Two theories of sediment.

Some look at layers of rock and conclude:  “Each layer of sediment was laid down on a hardened layer of sediment below it.  There may be as many as 363 layers of sediments in some places, like the Grand Canyon.  It took billions of years for that much sediment to be deposited and harden before another layer could be put on that.”

That’s the first of two theories of sediment.  It’s very popular with all those who bow before Babylon’s various altars.  The advantage of these, the first of the two theories of sediment, is that it distances people from God.  “Look!”, the appointed experts say, “It had to have taken billions of years for all those layers to be deposited.  God was not necessary to have made the world.  It happened by itself!”

Then, the doorway to sin is opened.

The second of the two theories of sediment is different:  “During The Flood, a tidal wave of water higher than the mountains washed around the world.  Endless clouds of sediment was stirred up.  The icecaps floated loose.  Huge chunks of ice, giant bigbergs, acted like immense bulldozers.  As the wave rolled around the world, the surface was shoved into suspension in the liquids  Volcanos spurted minerals in magma into the mix.  Earthquakes quaked.  Sediment dropped into layers.

“During The Flood, a mile of sediments were dropped in some places.  The water was  ‘high enough to cover the mountains’.  It was five miles of deep.  The weights are incredible.  The water would have been pushing down with an astonishing 1.7 million pounds per square foot!”

Mountains were pushed up during The Flood, explaining the sedimentary rock found high above sea level.  Rivers flowed through the 363 layers of still-soft rock in the Grand Canyon, exposing the layers for all to see.

Twists, tilts, and bends in sedimentary rock are easily explained by the forces of The Flood.  This, the second of the two theories of sediment, makes the most sense.

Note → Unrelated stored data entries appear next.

/**
 * The 3D view drawn by the view worker (view.worker.ts) on the page canvas's OffscreenCanvas. The page
 * sends what to show and its camera's pose; the worker's frame records come back with their times moved
 * to the page's clock.
 */
import type * as THREE from 'three';
import type { ViewAbilities, ViewBackend } from './viewBackend';
import type { ViewReply, ViewRequest } from './viewProtocol';
import type { RendererEvents } from './sceneRenderer';

/** The array's buffer when it can be handed over whole (its own, not shared), else nothing. */
export function handOver(a: Float32Array | null): Transferable[] {
  return a && a.byteOffset === 0 && a.byteLength === a.buffer.byteLength && a.buffer instanceof ArrayBuffer ? [a.buffer] : [];
}

export function viewInWorker(canvas: HTMLCanvasElement, camera: THREE.PerspectiveCamera, events: RendererEvents, width: number, height: number, pixelRatio: number): ViewBackend {
  const worker = new Worker(new URL('./view.worker.ts', import.meta.url), { type: 'module', name: 'torusgrav-view' });
  const post = (m: ViewRequest, transfer: Transferable[] = []) => worker.postMessage(m, transfer);
  let ready!: (a: ViewAbilities) => void;
  let failed!: (e: Error) => void;
  const abilities = new Promise<ViewAbilities>((res, rej) => {
    ready = res;
    failed = rej;
  });
  // the worker's clock starts at its own time origin
  let clockOffset = 0;
  const images = new Map<number, (b: ImageBitmap | null) => void>();
  let imageId = 0;
  worker.onmessage = (e: MessageEvent<ViewReply>) => {
    const m = e.data;
    if (m.type === 'ready') {
      clockOffset = m.timeOrigin - performance.timeOrigin;
      ready({ software: m.software, capacity: m.capacity });
    } else if (m.type === 'failed') failed(new Error(m.message));
    else if (m.type === 'drawing') events.drawing(m.on);
    else if (m.type === 'frame') events.frame({ ...m.record, t: m.record.t + clockOffset });
    else if (m.type === 'image') {
      images.get(m.id)?.(m.image);
      images.delete(m.id);
    }
  };
  worker.onerror = (e) => failed(new Error(e.message || 'the view worker failed to start'));
  const offscreen = canvas.transferControlToOffscreen();
  post({ type: 'init', canvas: offscreen, width, height, pixelRatio }, [offscreen]);
  return {
    ready: abilities,
    setCloud(box, targets, colours, context, contextTotal) {
      // the page keeps the targets (picking, flying to one): they are copied; the rest is handed over
      post({ type: 'cloud', box, targets, colours, context, contextTotal }, [...handOver(colours), ...handOver(context)]);
    },
    setArrows: (segments) => post({ type: 'arrows', segments }, handOver(segments)),
    setSlab: (slab) => post({ type: 'slab', slab }),
    setContextVisible: (on) => post({ type: 'context', on }),
    setRing: (at) => post({ type: 'ring', at }),
    setMoving: (on) => post({ type: 'moving', on }),
    setSize: (w, h, ratio) => post({ type: 'size', width: w, height: h, pixelRatio: ratio }),
    cameraChanged() {
      post({
        type: 'camera',
        pose: {
          position: [camera.position.x, camera.position.y, camera.position.z],
          quaternion: [camera.quaternion.x, camera.quaternion.y, camera.quaternion.z, camera.quaternion.w],
          fov: camera.fov,
          aspect: camera.aspect,
          near: camera.near,
          far: camera.far,
          zoom: camera.zoom,
        },
      });
    },
    image(timeoutMs) {
      const id = ++imageId;
      return new Promise((resolve) => {
        // a worker that no longer answers gives no image rather than a hung export
        const timer = setTimeout(() => {
          images.delete(id);
          resolve(null);
        }, timeoutMs + 2000);
        images.set(id, (b) => {
          clearTimeout(timer);
          resolve(b);
        });
        post({ type: 'image', id, timeoutMs });
      });
    },
    dispose() {
      post({ type: 'dispose' });
      for (const done of images.values()) done(null);
      images.clear();
      // the worker closes itself after disposing of its renderer; this is the backstop
      setTimeout(() => worker.terminate(), 1000);
    },
  };
}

Why would The Loving Programmer go to all that trouble?  For us.  If we human programs were to have free will, He had to have programmed and downloaded a world we could examine and choose to reasonably conclude that it came into being without Him.

So, we have two theories of sediment.  We also have free will to choose which we believe, God’s activity or accidental accretions.  In the process of choosing what we want to believe, the two theories of sediment also separate sheep from goats.